Racism and Hate Rear Ugly Heads in Britain
Over the past week there has been a string of controversies dominating the airwaves of Britain; indeed, if you live in the United Kingdom you will be blissfully unaware of the "stimulus bill" turmoil on Capitol Hill. In recent weeks our news cycle has revolved around the national crisis over a blizzard and the ensuing absence of grit, snow tires, and plows; the tragic death of Baby P; and the firing of Chelsea boss Luis Felipe Scolari. As this article goes to press Britain may very likely see the demise of the venerable Lloyds Bank (born 1765) and Halifax Bank of Scotland (born 1695), and a quote by Gordon Brown made in 1992 has come back to haunt him: "A weak currency arises from a weak economy, which in turn is the result of a weak government." But there are other stories to boggle the mind.
As I reported in Pajamas Media, the disgraced BBC presenter Jonathan Ross suffered a three-month suspension. He had been stewing at home because he co-hosted with Russell Brand a BBC radio show in which a series of obscene telephone calls was made to the actor Andrew Sachs. No sooner had Ross returned to work at the end of January than he made lewd remarks about sexual adventure with an 80-year-old woman. Calls were made to the BBC for him to be fired.

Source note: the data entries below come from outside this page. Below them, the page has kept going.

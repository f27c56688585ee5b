import type { BenchTick } from './bench.schema.ts';

export const TEST_PHASES = ['unplugged', 'powered', 'first_start'] as const;
export type TestPhase = (typeof TEST_PHASES)[number];

/** Each reading is typed in one unit; 'check' steps are a pass or a fail the technician gives. */
export type TestUnit = 'Ω' | 'MΩ' | 'V' | 'check';

export interface TestLimit {
  min: number | null;
  max: number | null;
  /** Judged against the recorded battery voltage instead of a fixed figure. */
  withinOfBatteryV?: number;
}

export interface TestStep {
  /** The bench record key the result is stored under ("pin:E2-2" for a wire's continuity). */
  key: string;
  phase: TestPhase;
  subject: string;
  what: string;
  unit: TestUnit;
  expected: number | null;
  expectedText: string;
  limit: TestLimit | null;
  limitText: string;
  /** Where the limit comes from: a standard, or "common practice, no source". */
  source: string;
}

export interface TestPlan {
  systemVoltage: number;
  benchTempC: number;
  steps: TestStep[];
}

export type TestVerdict = 'pass' | 'fail' | 'unknown';

export interface TestResult {
  /** Every tick of the record: a wire's continuity shares its record with the checklist item. */
  ticks: Partial<Record<BenchTick, boolean>>;
  reading: number | null;
  passed: boolean;
  failed: boolean;
  note: string;
  verdict: TestVerdict;
  recordedBy: string;
  recordedAt: string;
  version: number;
}

export interface TestPlanResponse {
  revision: { number: number; hash: string; current: boolean };
  plan: TestPlan;
  results: Record<string, TestResult>;
}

So far he is still in gainful employment and has even hosted the BAFTA Awards.
The British actor Ricky Gervais angered Golden Globe audiences on January 13 by issuing forth with a crack, "Holocaust movies get you awards." Ricky's compatriot Sacha Baron Cohen made tasteless jokes about Madonna and, to the astonishment of attendees, Gervais carried on backstage with cracks about the Holocaust.
But the cherry on the sundae came in early February when Carol Thatcher, daughter of the former prime minister, said she thought a French tennis player resembled a "golliwog," a disparaging word that describes a black person. (Golliwog dolls still sell around the world and an antique dealer who used to work from Alfie's Antique Market in London once told me the biggest deals he did for Golly dolls were with buyers of African extraction.) All hell broke loose in Britain and Carol Thatcher's slip of the tongue, in the green room at the BBC, even made the rarified discussion roster of BBC's Question Time, the prestigious television debate program.
The radio and television airwaves have been filled with listeners' views on the racism of Carol Thatcher, and on February 6 she was told she would no longer be employed by the BBC. There has been wide debate as to whether a remark made in the privacy of an anteroom in a studio constitutes grounds for dismissal.
Carol Thatcher's formative years were spent in an era that is still alive and well because her generation runs this country. The irony of this major news story is this: despite the many tirades expatriate Americans in Europe receive about their racist legacy, the United States has produced a vast array of world-famous African-Americans, culminating in the election of Barack Obama by a white populace whose average age is that of Carol Thatcher. Moral of the story: Europe has a long way to go.